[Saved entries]
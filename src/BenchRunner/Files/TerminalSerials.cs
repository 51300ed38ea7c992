using BenchRunner.Acceptance.Sequences;
using BenchRunner.Console;

namespace BenchRunner.Files;

/// <summary>Serials typed or scanned into the terminal that the person answers at: taken only while one is asked
/// for.</summary>
internal sealed class TerminalSerials(OperatorTerminal terminal, Sequence sequence, Action<string> say) : ISerialReader
{
    public IReadOnlyList<string> Waiting => [];

    public async Task<string?> Next(CancellationToken cancel)
    {
        const string question = "Scan or type the serial of the next device; Ctrl-D ends:";
        while (await terminal.AskSerial(question, cancel) is { } serial)
        {
            if (serial.Length > 0)
            {
                if (SerialForm.Check(serial, sequence, "terminal") is not { } problem)
                {
                    return serial;
                }

                say(problem.ToString());
            }
        }

        return null;
    }
}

**Task**
An exact repetition of all the entries is required.

**Response below**
filename src/BenchRunner/Files/TerminalSerials.cs
repository 51300ed38ea7c992
using BenchRunner.Acceptance.Sequences;
using BenchRunner.Console;

namespace BenchRunner.Files;

/// <summary>Serials typed or scanned into the terminal that the person answers at: taken only while one is asked
/// for.</summary>
internal sealed class TerminalSerials(OperatorTerminal terminal, Sequence sequence, Action<string> say) : ISerialReader
{
    public IReadOnlyList<string> Waiting => [];

    public async Task<string?> Next(CancellationToken cancel)
    {
        const string question = "Scan or type the serial of the next device; Ctrl-D ends:";
        while (await terminal.AskSerial(question, cancel) is { } serial)
        {
            if (serial.Length > 0)
            {
                if (SerialForm.Check(serial, sequence, "terminal") is not { } problem)
                {
                    return serial;
                }

                say(problem.ToString());
            }
        }

        return null;
    }
}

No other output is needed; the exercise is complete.